* Your task:
Write out again, exactly, the lines below starting at the one with "readonly quality: 'quadrature'" and ending at the one with "readonly enabled: boolean;".

* Saved entries:
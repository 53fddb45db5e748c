/**
 * The bake recipe: what to bake and how. `Recipe` (every field optional but the input) goes through
 * resolveRecipe() to give `ResolvedRecipe` (every field filled in), validated by a zod schema whose
 * errors name the field path and the rule.
 */
export type SamplePreset = 'draft' | 'default' | 'high';
export type CubeFormat = 'rgba16f' | 'rgba32f' | 'rgb9e5' | 'b10g11r11';
export type ShWindow = 'none' | 'hann' | 'lanczos';
/**
 * Per-level sample counts of the presets, linear in roughness from the first value (r -> 0) to the second
 * (r = 1), rounded to a multiple of 8. 'default' keeps every level within 1% relative RMSE of the
 * reference convolution on the analytic sky of packages/bake/test/accuracy.test.ts (0.64% worst, size 64).
 */
export declare const SAMPLE_PRESETS: Readonly<Record<SamplePreset, readonly [number, number]>>;
export interface RecipeInput {
    /** A file to read (format sniffed from its bytes), or bytes already in memory. */
    readonly path?: string;
    readonly bytes?: Uint8Array;
    /** Name used in messages and the manifest when bytes are given. Default "input". */
    readonly name?: string;
    /** How to read the image: 'auto' (default) treats .hdr/.exr/.pfm as equirectangular, .ktx2 as a cubemap. */
    readonly layout?: 'auto' | 'equirect' | 'cube';
    /** Six face files +X, -X, +Y, -Y, +Z, -Z instead of one input (each a square image). */
    readonly faces?: readonly string[];
}
export interface Recipe {
    readonly input: RecipeInput;
    /** Probe name: the base of every artifact name. Default: the input file name without extension. */
    readonly name?: string;
    /** Rotation about +Y in degrees, right-handed (positive turns +Z towards +X). Default 0. */
    readonly rotationDeg?: number;
    /** Level-0 face size, a power of two in 4..4096. Default 256. Cost grows with size^2. */
    readonly size?: number;
    /** Radiance levels; default log2(size) - 2 (down to 8 x 8 faces, at least 2; see defaultLevelCount). */
    readonly levels?: number;
    /** Perceptual roughness per level, in [0, 1], first 0; default (m / (levels - 1))^1.25. */
    readonly roughness?: readonly number[];
    /** Samples per texel: a preset, one number for every level, or one per level. Default 'default'. */
    readonly samples?: SamplePreset | number | readonly number[];
    /** Filtered importance sampling (source level per sample from its pdf). Default true. */
    readonly filtered?: boolean;
    /**
     * Level-of-detail bias of filtered importance sampling, in levels (Krivanek & Colbert 2008 use 1).
     * Default 0.5: at the default preset, bias 1 blurred levels by 0.6-1.1% RMSE against the reference
     * and 0.5 by 0.3-0.6% (accuracy test sky, size 64); lower bias means more noise from small bright sources.
     */
    readonly lodBias?: number;
    /** Firefly clamp: sample luminance above this is scaled down to it. Default 0 (off). Biased when on. */
    readonly clampLuminance?: number;
    /** Per-level Cranley-Patterson rotation of the Hammersley set (decorrelates levels). Default false. */
    readonly rotateSequence?: boolean;
    /**
     * How the levels r > 0 are computed. 'quadrature' (default): a deterministic hierarchical quadrature over
     * the source pyramid that weights every node where its light is, so a small bright sun is integrated
     * where it is (samples, filtered, lodBias, clampLuminance and rotateSequence do not apply).
     * 'sampled': GGX importance sampling (Monte Carlo, for comparison). 'reference': brute-force
     * convolution over every level-0 texel (small sizes only).
     */
    readonly quality?: 'quadrature' | 'sampled' | 'reference';
    readonly irradiance?: {
        /** SH9 ringing window (Sloan 2008) applied to the manifest's coefficients and SH-built cube. Default 'none'. */
        readonly shWindow?: ShWindow;
        /** Band at which the window reaches zero. Default 3. */
        readonly shWindowWidth?: number;
        /** Irradiance cube face size, power of two 1..256. Default 32. */
        readonly cubeSize?: number;
        /** 'convolution' (default, exact cosine convolution) or 'sh9' (reconstructed from the coefficients). */
        readonly cubeSource?: 'convolution' | 'sh9';
    };
    readonly dfg?: {
        /** Bake the DFG table with the probe. Default true. */
        readonly enabled?: boolean;
        /** Table size (square), 8..1024. Default 128. */
        readonly size?: number;
        /** Samples per texel, 16..65536. Default 1024. */
        readonly samples?: number;
        /** Add E_avg(r) as a third channel (multiple-scattering compensation). Default false. */
        readonly multiscatter?: boolean;
        /** Add the cloth (Charlie sheen) albedo as a fourth channel. Default false. */
        readonly cloth?: boolean;
    };
    readonly output?: {
        readonly specularFormat?: CubeFormat;
        readonly irradianceFormat?: CubeFormat;
        /** KTX 2.0 supercompression: 'zstd' (scheme 2, what web loaders read), 'zlib' (scheme 3) or 'none'. Default 'none'. */
        readonly supercompression?: 'none' | 'zlib' | 'zstd';
        /** Extra inspection files of level 0 and the irradiance cube (horizontal cross). Default none. */
        readonly views?: readonly ('hdr' | 'exr')[];
        /** Write `<name>.preview.png`, the contact sheet (levels, irradiance, shaded spheres, DFG). Default false. */
        readonly preview?: boolean;
    };
    readonly sanitize?: {
        /** NaN and infinite pixels: 'repair' (NaN -> 0, +Inf -> maxRadiance) or 'reject'. Default 'repair'. */
        readonly nonFinite?: 'repair' | 'reject';
        /** Negative channels: 'clamp' to 0 or 'reject'. Default 'clamp'. */
        readonly negative?: 'clamp' | 'reject';
        /**
         * Largest source radiance kept; larger values (and +Inf) become this. Default 1e9: a real sun is far
         * brighter than the binary16 range, and its energy must reach the prefiltered levels; the written
         * files clamp to their format's range on their own (counted in the manifest).
         */
        readonly maxRadiance?: number;
    };
    readonly limits?: {
        /** Largest input file in bytes. Default 1 GiB. */
        readonly maxInputBytes?: number;
        /** Largest input image in pixels. Default 67 108 864. */
        readonly maxInputPixels?: number;
        /** Largest samples per texel of any level. Default 65 536. */
        readonly maxSamples?: number;
        /** Largest output texels times samples (the work estimate) of one bake. Default 2e11. */
        readonly maxWork?: number;
    };
}
export interface ResolvedRecipe {
    readonly input: {
        readonly path: string | null;
        readonly name: string;
        readonly layout: 'auto' | 'equirect' | 'cube';
        readonly faces: readonly string[] | null;
    };
    readonly name: string;
    readonly rotationDeg: number;
    readonly size: number;
    readonly levels: number;
    readonly roughness: readonly number[];
    readonly samples: readonly number[];
    readonly samplePreset: SamplePreset | 'custom';
    readonly filtered: boolean;
    readonly lodBias: number;
    readonly clampLuminance: number;
    readonly rotateSequence: boolean;
    readonly quality: 'quadrature' | 'sampled' | 'reference';
    readonly irradiance: {
        readonly shWindow: ShWindow;
        readonly shWindowWidth: number;
        readonly cubeSize: number;
        readonly cubeSource: 'convolution' | 'sh9';
    };
    readonly dfg: {
        readonly enabled: boolean;
        readonly size: number;
        readonly samples: number;
        readonly multiscatter: boolean;
        readonly cloth: boolean;
    };
    readonly output: {
        readonly specularFormat: CubeFormat;
        readonly irradianceFormat: CubeFormat;
        readonly supercompression: 'none' | 'zlib' | 'zstd';
        readonly views: readonly ('hdr' | 'exr')[];
        readonly preview: boolean;
    };
    readonly sanitize: {
        readonly nonFinite: 'repair' | 'reject';
        readonly negative: 'clamp' | 'reject';
        readonly maxRadiance: number;
    };
    readonly limits: {
        readonly maxInputBytes: number;
        readonly maxInputPixels: number;
        readonly maxSamples: number;
        readonly maxWork: number;
    };
}
/** Artifact base names: letters, digits, '.', '_' and '-', not starting with '.', at most 100 characters. */
export declare const SAFE_NAME: RegExp;
/** Validates a recipe and fills in every default; throws LightkilnError INVALID_RECIPE naming each bad field. */
/**
 * The default chain stops at 8 x 8 faces from size 256 up, at 4 x 4 below: smaller faces cannot hold the
 * rough lobes under bilinear filtering (sampled like a shader, a 1 x 1 last level was 8-12% off at r = 1,
 * a 4 x 4 one 1.2%, an 8 x 8 one 0.3%), while below 256 the extra level keeps the roughness steps small
 * enough for the trilinear blend (at 128, stopping at 8 x 8 left 1.5% at r = 0.3; see
 * packages/bake/test/runtime-sampling.test.ts). At least 2 levels, at most the full chain.
 */
export declare function defaultLevelCount(size: number): number;
/** Exponent of the default roughness spacing: r_m = (m / (L - 1))^ROUGHNESS_EXPONENT. */
export declare const ROUGHNESS_EXPONENT = 1.25;
/**
 * Perceptual roughness of level m of L by default: (m / (L - 1))^1.25, denser at low roughness, where the
 * lobe (alpha = r^2) changes fastest relative to itself. Chosen by the shader-side measure (runtime
 * sampling against the exact convolution) among powers 1 to 2 and smallest faces 4 to 32.
 */
export declare function levelRoughness(m: number, levels: number): number;
/**
 * The roughness-to-LOD mapping a shader uses for a chain, as text: the inverse of levelRoughness for the
 * default spacing, else the piecewise-linear interpolation through (r_m, m).
 */
export declare function roughnessToLodFormula(roughness: readonly number[]): string;
/**
 * One level of the specular chain, made once from the recipe and used by the cache keys, the stages,
 * the manifest and the sweep, so a level's face size, roughness and sample count are derived in one place.
 */
export interface LevelDescriptor {
    readonly level: number;
    /** Face size of the level: the base size halved per level, at least 1. */
    readonly faceSize: number;
    /** Perceptual roughness r of the level (GGX alpha = r^2). */
    readonly perceptualRoughness: number;
    /** Samples per texel the recipe asks for (0 at the mirror level; the default quadrature ignores it). */
    readonly requestedSamples: number;
}
/** The chain's levels; `samples` overrides the recipe's per-level counts (the sweep tries other budgets). */
export declare function levelDescriptors(recipe: Pick<ResolvedRecipe, 'size' | 'roughness' | 'samples'>, samples?: readonly number[]): LevelDescriptor[];
/**
 * Face size of the source pyramid's finest level: the output size, doubled (up to 4 x and 512) while a
 * face-centre texel (2 / size radians) is wider than half the GGX alpha of the sharpest level r > 0, and
 * while the source still resolves it (a texel at least two source pixels wide; `sourcePixelAngle`, radians,
 * unknown before decoding gives the upper bound). The quadrature's finest nodes then stay small against
 * every lobe, so a sun a few texels wide is integrated from its own pieces (measured against the
 * convolution of the image: a 2-degree 1e4 x sun at r = 0.18 on 32 x 32 faces, worst texel 0.29% with
 * 64 x 64 leaves, 0.13% with 128 x 128; a 128 bake takes about 10% longer). The mirror level is the
 * pyramid level of the output size. Defaults from a 2048-wide image: 64 -> 128, 128 -> 256, 256 and up
 * unchanged; quality 'reference' keeps the output size (its cost grows as the base size^4).
 */
export declare function pyramidBaseSize(recipe: Pick<ResolvedRecipe, 'size' | 'roughness' | 'quality'>, sourcePixelAngle?: number): number;
/** The mapping of roughnessToLodFormula as a number: the level of detail for perceptual roughness r. */
export declare function roughnessToLod(r: number, roughness: readonly number[]): number;
/** The DFG table's own options (Baker.lut): validated as the recipe's `dfg` and `output.supercompression`. */
export declare function resolveLutOptions(options: {
    size?: number;
    samples?: number;
    multiscatter?: boolean;
    cloth?: boolean;
    supercompression?: 'none' | 'zlib' | 'zstd';
}): {
    dfg: ResolvedRecipe['dfg'];
    supercompression: ResolvedRecipe['output']['supercompression'];
};
export declare function resolveRecipe(recipe: Recipe): ResolvedRecipe;
//# sourceMappingURL=recipe.d.ts.map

* Response area:
    readonly quality: 'quadrature' | 'sampled' | 'reference';
    readonly irradiance: {
        readonly shWindow: ShWindow;
        readonly shWindowWidth: number;
        readonly cubeSize: number;
        readonly cubeSource: 'convolution' | 'sh9';
    };
    readonly dfg: {
        readonly enabled: boolean;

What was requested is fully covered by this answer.